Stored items
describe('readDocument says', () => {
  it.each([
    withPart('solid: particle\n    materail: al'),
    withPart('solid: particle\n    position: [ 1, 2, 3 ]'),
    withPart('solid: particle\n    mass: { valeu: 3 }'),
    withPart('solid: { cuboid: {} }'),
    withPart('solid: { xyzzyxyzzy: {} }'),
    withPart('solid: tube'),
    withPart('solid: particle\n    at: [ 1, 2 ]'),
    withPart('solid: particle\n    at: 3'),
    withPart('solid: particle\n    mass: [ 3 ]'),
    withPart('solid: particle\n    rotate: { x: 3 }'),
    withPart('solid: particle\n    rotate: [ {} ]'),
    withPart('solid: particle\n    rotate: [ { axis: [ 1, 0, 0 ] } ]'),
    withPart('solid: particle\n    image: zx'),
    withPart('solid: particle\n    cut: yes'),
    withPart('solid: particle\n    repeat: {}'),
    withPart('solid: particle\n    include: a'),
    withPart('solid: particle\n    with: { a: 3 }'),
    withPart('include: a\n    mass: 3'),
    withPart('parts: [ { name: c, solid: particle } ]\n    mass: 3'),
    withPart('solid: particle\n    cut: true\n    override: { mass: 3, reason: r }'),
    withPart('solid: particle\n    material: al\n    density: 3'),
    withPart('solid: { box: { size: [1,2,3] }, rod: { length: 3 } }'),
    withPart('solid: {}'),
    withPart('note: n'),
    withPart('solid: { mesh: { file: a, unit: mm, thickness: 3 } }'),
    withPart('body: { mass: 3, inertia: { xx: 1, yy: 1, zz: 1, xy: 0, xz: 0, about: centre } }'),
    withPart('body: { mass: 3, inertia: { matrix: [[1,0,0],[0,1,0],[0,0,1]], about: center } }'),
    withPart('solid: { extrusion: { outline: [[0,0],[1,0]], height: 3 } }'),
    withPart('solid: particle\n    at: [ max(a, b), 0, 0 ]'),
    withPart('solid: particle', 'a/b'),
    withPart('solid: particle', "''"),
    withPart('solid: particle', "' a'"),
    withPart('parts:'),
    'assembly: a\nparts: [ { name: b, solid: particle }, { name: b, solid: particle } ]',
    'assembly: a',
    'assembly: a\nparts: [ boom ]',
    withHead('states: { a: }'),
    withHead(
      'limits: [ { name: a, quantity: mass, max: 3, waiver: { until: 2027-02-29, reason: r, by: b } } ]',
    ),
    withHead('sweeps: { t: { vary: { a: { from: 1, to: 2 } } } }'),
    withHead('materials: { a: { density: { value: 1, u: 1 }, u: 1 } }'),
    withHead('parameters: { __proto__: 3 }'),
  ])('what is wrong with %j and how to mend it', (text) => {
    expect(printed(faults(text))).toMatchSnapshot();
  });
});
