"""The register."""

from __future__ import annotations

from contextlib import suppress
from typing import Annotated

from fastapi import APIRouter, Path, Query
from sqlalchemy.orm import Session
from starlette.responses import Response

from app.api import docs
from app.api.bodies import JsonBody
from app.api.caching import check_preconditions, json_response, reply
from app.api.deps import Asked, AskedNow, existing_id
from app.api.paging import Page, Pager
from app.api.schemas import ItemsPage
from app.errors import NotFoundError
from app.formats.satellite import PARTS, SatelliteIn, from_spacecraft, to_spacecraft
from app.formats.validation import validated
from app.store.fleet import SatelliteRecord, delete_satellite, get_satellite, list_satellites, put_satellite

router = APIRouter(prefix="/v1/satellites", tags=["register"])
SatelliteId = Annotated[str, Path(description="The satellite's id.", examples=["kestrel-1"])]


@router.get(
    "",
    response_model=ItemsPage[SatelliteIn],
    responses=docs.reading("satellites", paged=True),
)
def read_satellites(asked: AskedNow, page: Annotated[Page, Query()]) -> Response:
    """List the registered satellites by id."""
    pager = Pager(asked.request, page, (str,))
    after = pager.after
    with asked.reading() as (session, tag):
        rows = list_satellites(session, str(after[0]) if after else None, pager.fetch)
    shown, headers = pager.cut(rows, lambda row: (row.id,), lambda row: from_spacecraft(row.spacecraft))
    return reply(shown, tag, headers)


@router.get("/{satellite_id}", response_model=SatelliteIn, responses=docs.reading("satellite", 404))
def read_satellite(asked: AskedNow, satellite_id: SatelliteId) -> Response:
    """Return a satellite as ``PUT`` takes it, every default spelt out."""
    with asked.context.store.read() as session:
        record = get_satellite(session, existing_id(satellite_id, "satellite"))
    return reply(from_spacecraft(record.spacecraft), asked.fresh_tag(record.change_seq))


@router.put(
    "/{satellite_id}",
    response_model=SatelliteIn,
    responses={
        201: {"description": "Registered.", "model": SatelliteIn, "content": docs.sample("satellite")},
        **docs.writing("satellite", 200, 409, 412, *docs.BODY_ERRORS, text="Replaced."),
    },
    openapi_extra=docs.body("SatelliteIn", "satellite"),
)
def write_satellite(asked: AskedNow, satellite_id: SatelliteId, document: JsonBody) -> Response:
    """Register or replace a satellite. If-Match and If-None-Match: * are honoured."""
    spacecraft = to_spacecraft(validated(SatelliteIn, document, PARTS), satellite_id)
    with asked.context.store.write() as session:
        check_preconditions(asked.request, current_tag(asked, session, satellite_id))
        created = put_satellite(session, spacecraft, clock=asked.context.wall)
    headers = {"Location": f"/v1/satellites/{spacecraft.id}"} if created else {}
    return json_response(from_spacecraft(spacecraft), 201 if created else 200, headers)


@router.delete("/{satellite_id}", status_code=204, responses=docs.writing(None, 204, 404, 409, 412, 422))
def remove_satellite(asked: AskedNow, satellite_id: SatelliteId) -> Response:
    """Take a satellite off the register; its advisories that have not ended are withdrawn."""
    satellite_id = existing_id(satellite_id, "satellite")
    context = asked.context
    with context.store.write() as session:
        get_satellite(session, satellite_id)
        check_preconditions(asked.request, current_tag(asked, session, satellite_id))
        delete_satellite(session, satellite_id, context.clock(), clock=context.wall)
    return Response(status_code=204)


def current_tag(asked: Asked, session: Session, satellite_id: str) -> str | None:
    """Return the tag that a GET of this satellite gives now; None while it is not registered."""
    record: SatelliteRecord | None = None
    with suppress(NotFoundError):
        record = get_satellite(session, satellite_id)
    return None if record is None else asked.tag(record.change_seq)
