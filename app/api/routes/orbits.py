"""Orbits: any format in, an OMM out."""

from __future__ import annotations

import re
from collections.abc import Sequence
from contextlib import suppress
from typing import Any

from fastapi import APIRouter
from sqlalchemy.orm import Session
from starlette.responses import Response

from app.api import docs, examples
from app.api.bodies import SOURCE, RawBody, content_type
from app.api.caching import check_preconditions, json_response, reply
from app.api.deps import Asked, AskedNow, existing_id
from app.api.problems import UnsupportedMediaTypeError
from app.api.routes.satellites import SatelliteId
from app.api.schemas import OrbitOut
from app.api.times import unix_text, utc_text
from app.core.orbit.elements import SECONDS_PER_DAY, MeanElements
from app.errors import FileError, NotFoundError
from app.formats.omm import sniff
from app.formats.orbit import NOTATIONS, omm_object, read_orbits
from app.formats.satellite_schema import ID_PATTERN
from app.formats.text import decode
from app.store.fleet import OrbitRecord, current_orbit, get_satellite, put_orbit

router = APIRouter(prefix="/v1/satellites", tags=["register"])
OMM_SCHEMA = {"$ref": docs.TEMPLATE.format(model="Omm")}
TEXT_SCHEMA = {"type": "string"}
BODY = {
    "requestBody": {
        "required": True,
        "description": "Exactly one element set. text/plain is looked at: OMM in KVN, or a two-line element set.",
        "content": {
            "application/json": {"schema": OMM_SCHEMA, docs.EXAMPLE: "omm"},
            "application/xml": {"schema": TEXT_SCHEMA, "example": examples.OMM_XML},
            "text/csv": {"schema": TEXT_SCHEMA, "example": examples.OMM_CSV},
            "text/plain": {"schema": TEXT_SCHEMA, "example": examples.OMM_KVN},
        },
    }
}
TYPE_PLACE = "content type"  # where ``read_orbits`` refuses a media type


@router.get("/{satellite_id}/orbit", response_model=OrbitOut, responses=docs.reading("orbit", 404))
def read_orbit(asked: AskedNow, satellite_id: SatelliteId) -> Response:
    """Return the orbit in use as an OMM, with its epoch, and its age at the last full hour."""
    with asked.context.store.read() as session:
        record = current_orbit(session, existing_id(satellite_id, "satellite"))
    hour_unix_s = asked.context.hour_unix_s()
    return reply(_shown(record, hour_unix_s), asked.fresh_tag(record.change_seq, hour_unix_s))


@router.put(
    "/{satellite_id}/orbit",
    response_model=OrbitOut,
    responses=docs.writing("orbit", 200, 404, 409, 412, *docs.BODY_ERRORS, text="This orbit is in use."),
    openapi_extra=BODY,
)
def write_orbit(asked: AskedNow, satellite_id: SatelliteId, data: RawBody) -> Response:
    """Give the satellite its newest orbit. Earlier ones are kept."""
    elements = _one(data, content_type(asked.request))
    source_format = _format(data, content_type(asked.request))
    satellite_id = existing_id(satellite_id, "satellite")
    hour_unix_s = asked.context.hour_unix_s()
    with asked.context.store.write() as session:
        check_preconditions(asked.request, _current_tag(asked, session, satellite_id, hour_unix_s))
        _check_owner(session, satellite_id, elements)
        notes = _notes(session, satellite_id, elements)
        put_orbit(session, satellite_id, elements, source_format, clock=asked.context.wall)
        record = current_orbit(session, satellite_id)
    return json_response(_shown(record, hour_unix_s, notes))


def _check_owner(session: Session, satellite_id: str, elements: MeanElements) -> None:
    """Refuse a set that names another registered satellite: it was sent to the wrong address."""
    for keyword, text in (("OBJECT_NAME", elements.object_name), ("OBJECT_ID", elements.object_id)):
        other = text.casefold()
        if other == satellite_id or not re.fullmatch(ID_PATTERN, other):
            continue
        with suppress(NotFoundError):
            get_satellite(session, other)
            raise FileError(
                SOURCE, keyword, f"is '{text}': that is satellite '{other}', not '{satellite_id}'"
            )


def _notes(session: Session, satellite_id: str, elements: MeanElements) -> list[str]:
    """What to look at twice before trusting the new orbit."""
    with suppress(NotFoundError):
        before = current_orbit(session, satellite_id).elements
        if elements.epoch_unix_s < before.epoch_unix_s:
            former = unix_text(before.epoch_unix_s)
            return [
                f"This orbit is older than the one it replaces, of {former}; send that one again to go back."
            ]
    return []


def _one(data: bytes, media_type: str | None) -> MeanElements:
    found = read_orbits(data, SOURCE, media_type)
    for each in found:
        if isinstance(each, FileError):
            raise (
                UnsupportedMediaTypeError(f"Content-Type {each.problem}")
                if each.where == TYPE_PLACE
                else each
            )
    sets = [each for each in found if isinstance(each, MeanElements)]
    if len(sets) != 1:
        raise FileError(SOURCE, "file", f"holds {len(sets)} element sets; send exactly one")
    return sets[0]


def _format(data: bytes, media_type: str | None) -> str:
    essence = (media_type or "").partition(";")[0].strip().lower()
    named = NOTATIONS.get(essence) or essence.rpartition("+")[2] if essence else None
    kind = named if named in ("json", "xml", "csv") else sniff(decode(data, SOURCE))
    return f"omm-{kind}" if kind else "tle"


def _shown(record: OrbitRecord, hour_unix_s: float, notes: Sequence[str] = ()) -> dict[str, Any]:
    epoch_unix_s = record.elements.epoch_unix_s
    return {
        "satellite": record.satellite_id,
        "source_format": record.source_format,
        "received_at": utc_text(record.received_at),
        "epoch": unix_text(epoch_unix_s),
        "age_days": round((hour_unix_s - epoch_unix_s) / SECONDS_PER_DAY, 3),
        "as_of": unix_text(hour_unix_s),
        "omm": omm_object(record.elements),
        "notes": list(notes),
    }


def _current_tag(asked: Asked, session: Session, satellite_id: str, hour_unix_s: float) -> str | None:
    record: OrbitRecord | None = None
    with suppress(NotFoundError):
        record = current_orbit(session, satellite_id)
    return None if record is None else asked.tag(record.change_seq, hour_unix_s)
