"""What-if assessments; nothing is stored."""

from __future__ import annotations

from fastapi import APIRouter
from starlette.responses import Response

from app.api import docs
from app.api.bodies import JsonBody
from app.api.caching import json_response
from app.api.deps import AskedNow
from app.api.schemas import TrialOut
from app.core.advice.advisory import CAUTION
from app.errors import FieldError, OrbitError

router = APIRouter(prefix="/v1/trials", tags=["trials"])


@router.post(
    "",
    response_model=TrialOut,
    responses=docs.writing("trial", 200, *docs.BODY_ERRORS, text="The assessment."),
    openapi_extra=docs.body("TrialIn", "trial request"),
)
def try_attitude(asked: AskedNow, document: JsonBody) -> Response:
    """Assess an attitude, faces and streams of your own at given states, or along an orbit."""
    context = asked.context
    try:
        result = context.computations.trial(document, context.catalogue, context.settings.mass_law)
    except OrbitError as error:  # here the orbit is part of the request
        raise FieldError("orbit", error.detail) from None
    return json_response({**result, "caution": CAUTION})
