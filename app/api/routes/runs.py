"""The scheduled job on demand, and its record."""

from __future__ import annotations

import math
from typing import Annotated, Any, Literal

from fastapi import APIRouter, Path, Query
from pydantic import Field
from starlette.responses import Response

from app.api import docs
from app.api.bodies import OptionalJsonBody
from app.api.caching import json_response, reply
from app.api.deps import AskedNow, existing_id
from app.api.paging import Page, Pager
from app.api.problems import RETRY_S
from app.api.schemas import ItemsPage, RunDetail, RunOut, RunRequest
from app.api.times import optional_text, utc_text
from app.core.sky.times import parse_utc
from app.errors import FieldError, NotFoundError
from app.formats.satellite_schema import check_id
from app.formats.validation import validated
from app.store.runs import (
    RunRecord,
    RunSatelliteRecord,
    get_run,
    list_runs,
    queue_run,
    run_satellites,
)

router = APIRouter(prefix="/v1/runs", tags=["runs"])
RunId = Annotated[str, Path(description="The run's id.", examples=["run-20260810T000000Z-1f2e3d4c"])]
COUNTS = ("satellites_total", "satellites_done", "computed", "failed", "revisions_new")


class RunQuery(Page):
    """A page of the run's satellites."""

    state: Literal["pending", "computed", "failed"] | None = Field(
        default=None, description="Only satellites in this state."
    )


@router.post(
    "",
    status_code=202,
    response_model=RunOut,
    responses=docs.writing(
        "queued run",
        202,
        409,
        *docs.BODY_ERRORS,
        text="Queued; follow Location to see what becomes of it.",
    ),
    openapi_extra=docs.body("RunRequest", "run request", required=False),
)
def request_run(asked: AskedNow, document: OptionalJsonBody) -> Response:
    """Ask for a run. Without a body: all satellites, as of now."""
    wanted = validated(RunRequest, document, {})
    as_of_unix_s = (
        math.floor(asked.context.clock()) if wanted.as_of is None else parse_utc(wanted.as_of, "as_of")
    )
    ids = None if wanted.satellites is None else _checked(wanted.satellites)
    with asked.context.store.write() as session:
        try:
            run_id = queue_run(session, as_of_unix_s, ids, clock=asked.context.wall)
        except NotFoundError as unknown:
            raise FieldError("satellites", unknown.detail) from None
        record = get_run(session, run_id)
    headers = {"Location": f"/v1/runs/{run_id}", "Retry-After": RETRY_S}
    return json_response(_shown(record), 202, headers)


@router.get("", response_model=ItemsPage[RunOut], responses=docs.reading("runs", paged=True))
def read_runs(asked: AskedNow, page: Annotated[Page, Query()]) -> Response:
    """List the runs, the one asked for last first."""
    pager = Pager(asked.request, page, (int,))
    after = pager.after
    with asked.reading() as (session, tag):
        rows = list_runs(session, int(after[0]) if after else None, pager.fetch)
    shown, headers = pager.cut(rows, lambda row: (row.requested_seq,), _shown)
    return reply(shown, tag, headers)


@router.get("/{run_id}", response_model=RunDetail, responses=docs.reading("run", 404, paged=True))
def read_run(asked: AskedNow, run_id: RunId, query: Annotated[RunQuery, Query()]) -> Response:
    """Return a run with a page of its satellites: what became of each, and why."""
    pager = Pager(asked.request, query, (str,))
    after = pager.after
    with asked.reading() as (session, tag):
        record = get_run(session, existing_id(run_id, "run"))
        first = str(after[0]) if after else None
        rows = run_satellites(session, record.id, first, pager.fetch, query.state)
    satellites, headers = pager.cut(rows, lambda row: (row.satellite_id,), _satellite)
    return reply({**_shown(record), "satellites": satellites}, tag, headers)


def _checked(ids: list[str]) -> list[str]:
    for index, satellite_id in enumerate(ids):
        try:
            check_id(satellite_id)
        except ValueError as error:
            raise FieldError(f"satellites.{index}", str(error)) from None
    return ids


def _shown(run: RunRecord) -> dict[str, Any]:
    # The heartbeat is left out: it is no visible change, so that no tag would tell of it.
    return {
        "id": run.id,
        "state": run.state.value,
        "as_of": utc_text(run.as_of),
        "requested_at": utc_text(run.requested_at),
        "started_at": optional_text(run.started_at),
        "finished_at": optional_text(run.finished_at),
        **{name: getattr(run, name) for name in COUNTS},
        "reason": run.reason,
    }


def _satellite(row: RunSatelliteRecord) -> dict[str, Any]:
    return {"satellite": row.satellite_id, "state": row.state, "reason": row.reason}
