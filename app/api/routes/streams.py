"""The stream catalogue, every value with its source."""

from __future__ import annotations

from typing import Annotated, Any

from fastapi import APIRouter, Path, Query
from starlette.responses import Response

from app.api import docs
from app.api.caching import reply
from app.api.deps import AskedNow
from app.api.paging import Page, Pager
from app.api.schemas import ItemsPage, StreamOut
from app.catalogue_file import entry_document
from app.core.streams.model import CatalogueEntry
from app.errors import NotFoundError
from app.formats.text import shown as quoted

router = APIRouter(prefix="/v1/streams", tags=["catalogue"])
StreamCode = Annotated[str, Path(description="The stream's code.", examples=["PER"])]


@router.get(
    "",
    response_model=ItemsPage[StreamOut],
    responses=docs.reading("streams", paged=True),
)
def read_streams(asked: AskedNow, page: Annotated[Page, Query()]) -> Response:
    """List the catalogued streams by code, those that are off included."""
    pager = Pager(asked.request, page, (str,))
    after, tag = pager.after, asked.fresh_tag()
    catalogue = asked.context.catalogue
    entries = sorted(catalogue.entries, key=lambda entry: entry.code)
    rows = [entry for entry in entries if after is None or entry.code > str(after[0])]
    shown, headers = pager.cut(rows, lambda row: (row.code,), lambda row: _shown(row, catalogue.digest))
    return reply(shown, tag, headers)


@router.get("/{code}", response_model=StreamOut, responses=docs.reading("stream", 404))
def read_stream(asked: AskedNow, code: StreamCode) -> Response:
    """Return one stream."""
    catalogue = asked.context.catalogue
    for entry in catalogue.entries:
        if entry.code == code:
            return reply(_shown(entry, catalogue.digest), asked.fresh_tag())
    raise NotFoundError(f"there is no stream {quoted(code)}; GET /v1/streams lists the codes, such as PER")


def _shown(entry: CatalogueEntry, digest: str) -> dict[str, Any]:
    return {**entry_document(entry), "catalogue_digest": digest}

WHAT THE TASK ASKS:
In the records above, find every line that contains the word "RunQuery" and copy it.

ANSWER:
class RunQuery(Page):
def read_run(asked: AskedNow, run_id: RunId, query: Annotated[RunQuery, Query()]) -> Response:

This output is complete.